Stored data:
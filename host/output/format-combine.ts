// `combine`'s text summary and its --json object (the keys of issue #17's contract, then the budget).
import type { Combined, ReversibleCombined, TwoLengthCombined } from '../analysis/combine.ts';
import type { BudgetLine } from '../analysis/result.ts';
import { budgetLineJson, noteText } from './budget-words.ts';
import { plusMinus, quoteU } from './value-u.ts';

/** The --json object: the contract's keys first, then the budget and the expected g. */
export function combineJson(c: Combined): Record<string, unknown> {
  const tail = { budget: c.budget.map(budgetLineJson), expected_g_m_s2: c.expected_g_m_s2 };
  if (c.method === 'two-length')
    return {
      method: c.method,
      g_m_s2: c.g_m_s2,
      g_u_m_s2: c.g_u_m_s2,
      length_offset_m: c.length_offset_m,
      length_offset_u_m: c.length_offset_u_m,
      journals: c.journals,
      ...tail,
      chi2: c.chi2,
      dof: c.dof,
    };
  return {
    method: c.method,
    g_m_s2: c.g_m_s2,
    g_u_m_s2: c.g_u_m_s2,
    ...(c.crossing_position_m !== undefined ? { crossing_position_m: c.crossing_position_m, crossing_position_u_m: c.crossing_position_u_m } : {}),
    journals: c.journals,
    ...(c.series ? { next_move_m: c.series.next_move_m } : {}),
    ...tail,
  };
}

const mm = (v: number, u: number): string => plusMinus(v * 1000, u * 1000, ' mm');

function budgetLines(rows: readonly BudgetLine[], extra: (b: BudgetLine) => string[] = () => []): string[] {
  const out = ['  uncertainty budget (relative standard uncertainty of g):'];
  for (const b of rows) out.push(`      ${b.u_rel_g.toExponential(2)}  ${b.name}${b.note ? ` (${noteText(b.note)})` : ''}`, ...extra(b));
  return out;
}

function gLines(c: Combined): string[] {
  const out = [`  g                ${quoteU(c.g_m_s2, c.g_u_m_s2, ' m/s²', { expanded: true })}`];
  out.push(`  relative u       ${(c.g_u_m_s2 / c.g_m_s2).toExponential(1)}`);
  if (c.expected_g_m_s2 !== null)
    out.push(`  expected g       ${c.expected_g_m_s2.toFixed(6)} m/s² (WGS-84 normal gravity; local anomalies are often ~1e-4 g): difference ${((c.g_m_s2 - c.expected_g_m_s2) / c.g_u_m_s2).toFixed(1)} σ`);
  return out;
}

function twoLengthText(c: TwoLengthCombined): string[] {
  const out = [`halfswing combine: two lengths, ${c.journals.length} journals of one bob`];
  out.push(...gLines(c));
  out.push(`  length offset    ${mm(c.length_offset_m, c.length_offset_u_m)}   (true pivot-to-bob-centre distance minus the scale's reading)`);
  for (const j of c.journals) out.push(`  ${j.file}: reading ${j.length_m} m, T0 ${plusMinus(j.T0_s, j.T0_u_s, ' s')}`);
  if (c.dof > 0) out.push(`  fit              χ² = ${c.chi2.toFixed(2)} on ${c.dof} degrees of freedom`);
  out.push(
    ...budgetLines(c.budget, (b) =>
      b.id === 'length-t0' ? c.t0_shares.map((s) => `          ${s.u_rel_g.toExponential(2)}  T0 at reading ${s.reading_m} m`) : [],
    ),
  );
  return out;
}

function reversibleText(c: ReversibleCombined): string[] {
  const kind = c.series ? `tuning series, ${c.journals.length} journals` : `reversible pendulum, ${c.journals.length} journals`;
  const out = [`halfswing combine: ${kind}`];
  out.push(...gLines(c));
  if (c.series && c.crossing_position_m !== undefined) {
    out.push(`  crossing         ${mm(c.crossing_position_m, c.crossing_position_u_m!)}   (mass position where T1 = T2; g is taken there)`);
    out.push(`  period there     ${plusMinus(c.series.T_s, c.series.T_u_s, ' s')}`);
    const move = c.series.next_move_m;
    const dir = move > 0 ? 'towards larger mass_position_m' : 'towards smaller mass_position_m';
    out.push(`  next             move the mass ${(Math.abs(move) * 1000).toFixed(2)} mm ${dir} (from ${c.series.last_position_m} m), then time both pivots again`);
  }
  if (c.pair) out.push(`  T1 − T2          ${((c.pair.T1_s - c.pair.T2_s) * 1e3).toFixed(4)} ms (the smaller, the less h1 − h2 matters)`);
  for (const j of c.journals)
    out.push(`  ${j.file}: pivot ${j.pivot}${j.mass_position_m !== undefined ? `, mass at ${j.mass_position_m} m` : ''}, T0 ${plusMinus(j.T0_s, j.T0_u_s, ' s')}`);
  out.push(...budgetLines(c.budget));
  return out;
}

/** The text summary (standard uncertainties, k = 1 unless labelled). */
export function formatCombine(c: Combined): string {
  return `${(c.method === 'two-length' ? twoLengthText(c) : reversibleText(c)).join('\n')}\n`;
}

## Problem to work on
Above this instruction are the records; retype exactly the lines from the one containing "if (c.series &&" up to and including the one containing "const move = c.series.next_move_m;".

## Written reply
  if (c.series && c.crossing_position_m !== undefined) {
    out.push(`  crossing         ${mm(c.crossing_position_m, c.crossing_position_u_m!)}   (mass position where T1 = T2; g is taken there)`);
    out.push(`  period there     ${plusMinus(c.series.T_s, c.series.T_u_s, ' s')}`);
    const move = c.series.next_move_m;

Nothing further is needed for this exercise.